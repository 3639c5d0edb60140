'use server';

import { requireAccess } from '../auth/access';
import { asAppError } from '../errors';
import { requireActionOrigin } from '../form-action';
import { reach } from '../reach';
import { reissueSeat } from './mutations';
import { reissueSchema } from './schema';
import { qrPicture } from './loaders';

export interface ReissueResult {
  url: string | null;
  qr: string | null;
  error: string | null;
}

/** Makes the one-time link of a seat and shows it once: it is stored nowhere. */
export async function reissueAction(_previous: ReissueResult | null, data: FormData): Promise<ReissueResult> {
  try {
    await requireActionOrigin();
    const input = reissueSchema.safeParse({ cellar: data.get('cellar'), sessionId: data.get('sessionId'), seat: Number(data.get('seat')) });
    if (!input.success) return { url: null, qr: null, error: 'That seat is not there.' };
    const token = reissueSeat(await requireAccess(input.data.cellar, 'session.run'), input.data.sessionId, input.data.seat);
    const url = `${reach().url}/seat/${token}`;
    return { url, qr: qrPicture(url), error: null };
  } catch (error) {
    const known = asAppError(error);
    if (!known) throw error;
    return { url: null, qr: null, error: known.message };
  }
}
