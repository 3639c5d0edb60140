import { eq } from 'drizzle-orm';
import { unzipSync } from 'fflate';
import { beforeAll, describe, expect, it } from 'vitest';
import type { Db } from '@/db/client';
import type { Method, Role } from '@/db/enums';
import { cellars, membershipRoles, sessions, users } from '@/db/schema';
import { accessOf, type Access } from '@/lib/auth/access';
import { fillDemo } from '@/lib/demo/fill';
import { readBundle } from '@/lib/export/loaders';
import { testDb } from '../../support/db';
import { alterAnswers, reproduce, unpack, whyNoR } from '../../support/reproduce';

if (whyNoR) console.warn(`The bundle's script is not run: ${whyNoR}.`);

let db: Db;
const finished = (method: Method) => db.select().from(sessions).where(eq(sessions.method, method)).all().find((row) => row.state === 'unsealed')!;

function as(role: Role): Access {
  const found = db.select({ user: users, slug: cellars.slug }).from(membershipRoles).innerJoin(users, eq(users.id, membershipRoles.userId))
    .innerJoin(cellars, eq(cellars.id, membershipRoles.cellarId)).where(eq(membershipRoles.role, role)).get()!;
  return accessOf({ ...found.user, signInId: '' }, found.slug)!;
}

const bundle = (method: Method) => readBundle(as('winemaker'), finished(method).id);

beforeAll(async () => {
  db = testDb();
  await fillDemo();
});

describe('the bundle of a demo session', () => {
  it.each(['profile', 'triangle'] as const)('of a %s has the same bytes each time, in any zone, and no name', (method) => {
    const zone = process.env.TZ;
    const first = bundle(method);
    process.env.TZ = 'Pacific/Auckland';
    const second = bundle(method);
    if (zone === undefined) delete process.env.TZ;
    else process.env.TZ = zone;
    expect(Buffer.from(first.body).equals(Buffer.from(second.body))).toBe(true);
    expect(first.name).toMatch(/^[a-z0-9-]+-reproduce\.zip$/);
    const files = unzipSync(first.body);
    expect(Object.keys(files)).toEqual(expect.arrayContaining(['README.txt', 'reproduce.R', 'figures.csv', 'data/answers.csv']));
    const words = Object.values(files).map((bytes) => new TextDecoder().decode(bytes)).join('\n');
    for (const { name } of db.select({ name: users.name }).from(users).all()) expect(words).not.toContain(name);
    const { privateQuestion } = finished(method);
    expect(words).not.toContain(privateQuestion);
  });
});

describe.skipIf(whyNoR)('the bundle’s script', () => {
  it.each(['profile', 'triangle'] as const)('computes every figure of a %s anew', (method) => {
    const { status, text, counts } = reproduce(unpack(bundle(method).body));
    expect(text).not.toMatch(/DIFFERS|NOT COMPUTED|Error|Warning/);
    expect({ status, ...counts }).toEqual({ status: 0, figures: counts.agree, agree: counts.agree, differ: 0, missing: 0, skipped: 0 });
    expect(counts.agree).toBeGreaterThan(method === 'profile' ? 500 : 15);
  });

  it('reads the bundle in a locale without UTF-8', () => {
    expect(reproduce(unpack(bundle('triangle').body), { LC_ALL: 'C' }).status).toBe(0);
  });

  it('ends with 1 when one score was altered', () => {
    const folder = unpack(bundle('profile').body);
    alterAnswers(folder, (cells, columns) => {
      const at = columns.indexOf('value');
      return cells[columns.indexOf('kind')] === 'score' ? cells.with(at, String(Number(cells[at]) < 50 ? Number(cells[at]) + 1 : Number(cells[at]) - 1)) : null;
    });
    const { status, counts } = reproduce(folder);
    expect(status).toBe(1);
    expect(counts.differ).toBeGreaterThan(0);
  });

  it('ends with 1 when one choice was altered', () => {
    const folder = unpack(bundle('triangle').body);
    alterAnswers(folder, (cells, columns) => {
      const at = columns.indexOf('position');
      return cells[columns.indexOf('kind')] === 'choice' && cells[columns.indexOf('guess')] === 'no' ? cells.with(at, String((Number(cells[at]) % 3) + 1)) : null;
    });
    expect(reproduce(folder).status).toBe(1);
  });

  it('ends with 1 when an answer is missing', () => {
    const folder = unpack(bundle('triangle').body);
    alterAnswers(folder, () => []);
    expect(reproduce(folder).status).toBe(1);
  });
});
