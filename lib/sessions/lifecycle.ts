import 'server-only';
import { getDb, type Tx } from '@/db/client';
import { operations, samples, seats, servingSamples, servings, sessions } from '@/db/schema';
import { and, asc, eq, isNotNull, isNull } from 'drizzle-orm';
import { recordAudit } from '../audit/record';
import { requireCapability, type Access } from '../auth/access';
import { takeOut } from '../blind/vault';
import { AppError } from '../errors';
import { now } from '../clock';
import { sha256Hex } from '../ids';
import { findSession, requireState, type SessionRow } from './find';

export { sealSession } from './seal';

type Changes = Partial<Omit<SessionRow, 'id' | 'cellarId'>>;

function change(tx: Tx, session: SessionRow, changes: Changes): void {
  const changed = tx
    .update(sessions)
    .set({ ...changes, version: session.version + 1 })
    .where(and(eq(sessions.id, session.id), eq(sessions.state, session.state), eq(sessions.version, session.version)))
    .run();
  if (changed.changes !== 1) throw new AppError('stale');
}

function audit(tx: Tx, access: Access, session: SessionRow, action: string, detail: Record<string, string | number | boolean | null> = {}): void {
  recordAudit(tx, { cellarId: session.cellarId, sessionId: session.id, actorUserId: access.user.id, action, subjectType: 'session', subjectId: session.id, detail });
}

/** Lets seats be claimed and ballots come in. @throws AppError `forbidden`, `not_found`, `wrong_state` */
export function openSession(access: Access, sessionId: string): void {
  requireCapability(access, 'session.run');
  getDb().transaction((tx) => {
    const session = findSession(tx, access.cellar.id, sessionId);
    requireState(session, 'sealed');
    change(tx, session, { state: 'open', openedAt: now() });
    audit(tx, access, session, 'session.opened');
  }, { behavior: 'immediate' });
}

/** Numbers of the seats that were taken, not given up, and have not handed in. */
export function seatsThatOwe(tx: Tx | ReturnType<typeof getDb>, sessionId: string): number[] {
  return tx
    .select({ number: seats.number })
    .from(seats)
    .where(and(eq(seats.sessionId, sessionId), isNotNull(seats.claimedAt), isNull(seats.submittedAt), isNull(seats.leftAt)))
    .orderBy(asc(seats.number))
    .all()
    .map((row) => row.number);
}

/** One hash over every answer that counts, in the order of receipt: it goes into the audit chain. */
function answersDigest(tx: Tx, sessionId: string): { count: number; digest: string } {
  const rows = tx
    .select({ opId: operations.opId, bodyHash: operations.bodyHash })
    .from(operations)
    .where(and(eq(operations.sessionId, sessionId), eq(operations.admission, 'counted')))
    .orderBy(asc(operations.receiptNo))
    .all();
  return { count: rows.length, digest: sha256Hex(rows.map((row) => `${row.opId}:${row.bodyHash}\n`).join('')) };
}

function closeIn(tx: Tx, access: Access, session: SessionRow, reason: string | null): void {
  requireState(session, 'open');
  const owing = seatsThatOwe(tx, session.id);
  if (owing.length > 0 && !reason) {
    throw new AppError('conflict', `Seats ${owing.join(', ')} have not handed in. Wait for them, or close with a reason.`, { reason: 'Say why it is closed without them' });
  }
  const { count, digest } = answersDigest(tx, session.id);
  change(tx, session, { state: 'closed', closedAt: now(), joinCode: null, closeReason: owing.length > 0 ? reason : null });
  audit(tx, access, session, 'session.closed', { answers: count, digest, owing: owing.join(' '), reason });
}

/**
 * Ends all answers: what arrives later is set aside, shown, never counted.
 * @param reason needed when seats still owe answers
 * @throws AppError `conflict` (seats owe and no reason), `forbidden`, `not_found`, `wrong_state`
 */
export function closeSession(access: Access, sessionId: string, reason: string | null): void {
  requireCapability(access, 'session.run');
  getDb().transaction((tx) => closeIn(tx, access, findSession(tx, access.cellar.id, sessionId), reason), { behavior: 'immediate' });
}

/** Writes which sample each serving was, from the sealed plan. */
function writeKey(tx: Tx, session: SessionRow): void {
  const plan = takeOut(tx, session.cellarId, session.id);
  const sampleIds = tx.select({ id: samples.id }).from(samples).where(eq(samples.sessionId, session.id)).orderBy(asc(samples.ordinal)).all();
  const glasses = tx
    .select({ id: servings.id, seat: seats.number, block: servings.block, position: servings.position })
    .from(servings)
    .innerJoin(seats, eq(seats.id, servings.seatId))
    .where(eq(servings.sessionId, session.id))
    .all();
  const byPlace = new Map(glasses.map((glass) => [`${glass.seat}/${glass.block}/${glass.position}`, glass.id]));
  for (const planned of plan.servings) {
    const servingId = byPlace.get(`${planned.seat}/${planned.block}/${planned.position}`);
    const sampleId = sampleIds[planned.sample - 1]?.id;
    if (!servingId || !sampleId) throw new Error('the sealed plan does not fit the servings');
    tx.insert(servingSamples).values({ servingId, cellarId: session.cellarId, sampleId }).run();
  }
}

function unsealIn(tx: Tx, access: Access, session: SessionRow, detail: Record<string, string | boolean> = {}): void {
  requireState(session, 'closed');
  change(tx, session, { state: 'unsealed', unsealedAt: now() });
  writeKey(tx, session);
  audit(tx, access, session, 'session.unsealed', detail);
}

/** Opens the key, after close only. @throws AppError `forbidden`, `not_found`, `wrong_state` */
export function unsealSession(access: Access, sessionId: string): void {
  requireCapability(access, 'session.run');
  getDb().transaction((tx) => unsealIn(tx, access, findSession(tx, access.cellar.id, sessionId)), { behavior: 'immediate' });
}

/** Closes and unseals at once; only an approved early opening calls it. */
export function closeAndUnseal(tx: Tx, access: Access, sessionId: string, reason: string): void {
  const session = findSession(tx, access.cellar.id, sessionId);
  if (session.state === 'sealed') {
    change(tx, session, { state: 'open', openedAt: now() });
    return closeAndUnseal(tx, access, sessionId, reason);
  }
  if (session.state === 'open') {
    closeIn(tx, access, session, reason);
    return closeAndUnseal(tx, access, sessionId, reason);
  }
  unsealIn(tx, access, session, { early: true, reason });
}

/** Gives the session up, from any state, with a reason. Nothing is deleted. */
export function abandonSession(access: Access, sessionId: string, reason: string): void {
  requireCapability(access, 'session.run');
  getDb().transaction((tx) => {
    const session = findSession(tx, access.cellar.id, sessionId);
    if (session.state === 'abandoned') throw new AppError('wrong_state');
    change(tx, session, { state: 'abandoned', abandonedAt: now(), abandonReason: reason, joinCode: null });
    audit(tx, access, session, 'session.abandoned', { from: session.state, reason });
  }, { behavior: 'immediate' });
}
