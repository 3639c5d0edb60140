'use client';

import { useRouter } from 'next/navigation';
import { useEffect } from 'react';

/** Asks the server again every few seconds, until the page behind it changes. */
export function LookAgain({ seconds }: { seconds: number }) {
  const router = useRouter();
  useEffect(() => {
    const timer = setInterval(() => router.refresh(), seconds * 1000);
    return () => clearInterval(timer);
  }, [router, seconds]);
  return <p className="hint" role="status">This page looks again every {seconds} seconds.</p>;
}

# ABOUT THIS TASK:
Go through the listing and copy each line with the string "users".

# OUTPUT FOR THIS TASK:
import { cellars, membershipRoles, sessions, users } from '@/db/schema';
  const found = db.select({ user: users, slug: cellars.slug }).from(membershipRoles).innerJoin(users, eq(users.id, membershipRoles.userId))
    for (const { name } of db.select({ name: users.name }).from(users).all()) expect(words).not.toContain(name);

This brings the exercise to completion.